Likewise, Country Lane resident Anne Kelly pleaded with the Selectmen to move forward with a traffic calming measure. 

"There's no stop sign on Country Lane," she said. "Do you know what it's like to walk down those streets? There are cars ready to take you out at any point in time. It's just extremely dangerous."

The issue of throughout the year, as Westwood Officials and Representatives from Beta Group, Inc. have held a number of public meetings, during which they presented findings from the traffic calming study and proposed solutions before accepting feedback from residents of such neighborhoods as Dover Road, Conant Road, Country Lane and Lorraine Road, among otheres. 

Traffic along those roads tends to bulge at the seams during morning and evening rush hour commutes, the study finds, as motorists use the roads as a way to cut through and around High Street, traffic on which frequently sits at a dead stop during rush hour. 

Beta Group's traffic study found that an average of 536 vehicles pass through the neighborhoods between the hour of 7:15 and 8:15 a.m. Monday through Friday, saving an average of about five minutes from High Street traffic. Moreover, about 300 vehicles pass through during the evening commute. 

As a solution, Beta Group proposed the Phase 1 solution that would cost the town about $250,000 to implement and would comprise the following traffic-calming measures: seven speed humps, two alternative pavement locations, one speed table, one raised intersection and one center island. 

"We're also recommending the painting of fog lines and center lines throughout the network," said Jason DeGray, Senior Project Engineer of Beta Group said during a presentation of the plan Monday night. "We do suggest up front this is something we should definitely try."

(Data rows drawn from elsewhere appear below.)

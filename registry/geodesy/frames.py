"""Reference frames and coordinate epochs: frame changes, epoch propagation, the chain applied.

Pure module (no Django). A position is always (frame EPSG code, coordinate epoch in decimal years,
latitude, longitude, ellipsoidal height); this module moves it to another frame and/or epoch and
returns the chain of operations with their stated accuracy, for display.

Method
------
- **Frame change** (frame A → frame B *at one epoch t*): PROJ's time-dependent transformations
  through pyproj (4D: x, y, z, t), with the network off, ``allow_ballpark=False`` and
  ``only_best=True``. A pair with only a ballpark route, or whose best route needs a grid that is
  not installed, raises :class:`FrameTransformError` — never a silently degraded result.
  The 14-parameter model is that of the IERS/IGN (position-vector convention):
  X_B = X_A + T + D·X_A + R·X_A with P(t) = P(t0) + Ṗ (t − t0); IERS Conventions (2010), IERS
  Technical Note 36, §4.2.3 eq. (4.13); parameters from the IERS/IGN file
  ``Transfo-ITRF2020_TRFs.txt`` (2022) as carried in PROJ's EPSG database.
- **Epoch change within a frame** (t1 → t2): a time-dependent Helmert between frames does *not*
  move a point along its own trajectory. With a known velocity (local east/north/up, m/yr) the
  point is propagated linearly, X(t2) = X(t1) + v (t2 − t1) (e.g. Altamimi et al. 2023,
  doi:10.1029/2023GL106373, for the linear model). Without one, the coordinates are held and the
  uncertainty is inflated per axis by σ_added = rate × |t2 − t1|, with the rate a setting
  (default 2 mm/yr per axis, common practice for intra-plate motion of a stable monument).
- **Plate motion** (dynamic frame, no velocity, a plate given): the point moves with the plate's
  rigid rotation, v = ω × X, from the ITRF2020 plate motion model
  (:mod:`registry.geodesy.platemotion`; Altamimi et al. 2023, doi:10.1029/2023GL106373), and the
  uncertainty is still inflated by the assumed rate × |t2 − t1|, which then stands for the mark's
  residual motion relative to the rigid plate.

Order of operations (documented choice)
---------------------------------------
- Velocity known (it is expressed in the *source* frame): propagate in the source frame to t2,
  then change frame at t2.
- No velocity: hold the coordinates in whichever of the two frames is plate-fixed (where a point
  nearly does not move), changing frame at the epoch that makes that possible: a plate-fixed source
  is held t1 → t2 then changed at t2; a dynamic source is changed at t1 and held in the target.
  If the frame the point is held in is dynamic (ITRF, WGS 84) and t1 ≠ t2, the point is moved
  with the plate motion model when a plate is given (``plate=``; the registry's setting
  ``REGISTRY["PLATE"]``); without one, plate motion of typically centimetres per year is NOT
  modelled and the result carries a warning.
"""

from __future__ import annotations

import datetime as _dt
import math
from dataclasses import dataclass, field
from functools import lru_cache

import numpy as np

from registry.geodesy import platemotion as _pmm
from registry.geodesy import plates as _plates
from registry.geodesy.conversions import (
    Ellipsoid,
    ecef_to_geodetic,
    ellipsoid_of_epsg,
    enu_delta_to_ecef,
    geodetic_to_ecef,
)

__all__ = [
    "FrameTransformError",
    "FrameInfo",
    "Step",
    "FrameTransformResult",
    "DEFAULT_ASSUMED_RATE_MM_YR",
    "frame_info",
    "operation_for",
    "change_frame",
    "propagate_velocity",
    "transform_position",
    "assumed_rate_in",
    "decimal_year_to_date",
    "format_epoch",
]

DeGray elaborated that the main cause of the problem is High Street; ultimately it would be that main road that would need to be altered in order to completely fix the problem, either by adding a travel lane to both sides of the road or by another extensive measure, he said. However, moving forward with such a project would be both time consuming and costly. 

"The probability of doing anything that would completely get rid of this incentive is relatively low," DeGray said. "That's something that really is not in the cards for the future."

While the Selectmen said they could address the issue by adding police patrol to the neighborhoods to help encorce and control speeders, they were clear that they plan to discuss a way to fit the project into the town's plans moving forward. 

"We've heard your call for enforcement; I'm at this point in time committed to try to figure it out," Ahearn said Monday night in response to residents' concerns. "One of the the things we're considering this year is we have a highway bond that is coming off of our books. It's money we bonded a long time ago . . . we're asking the town to replace that bond. That's one of the things we need to think about."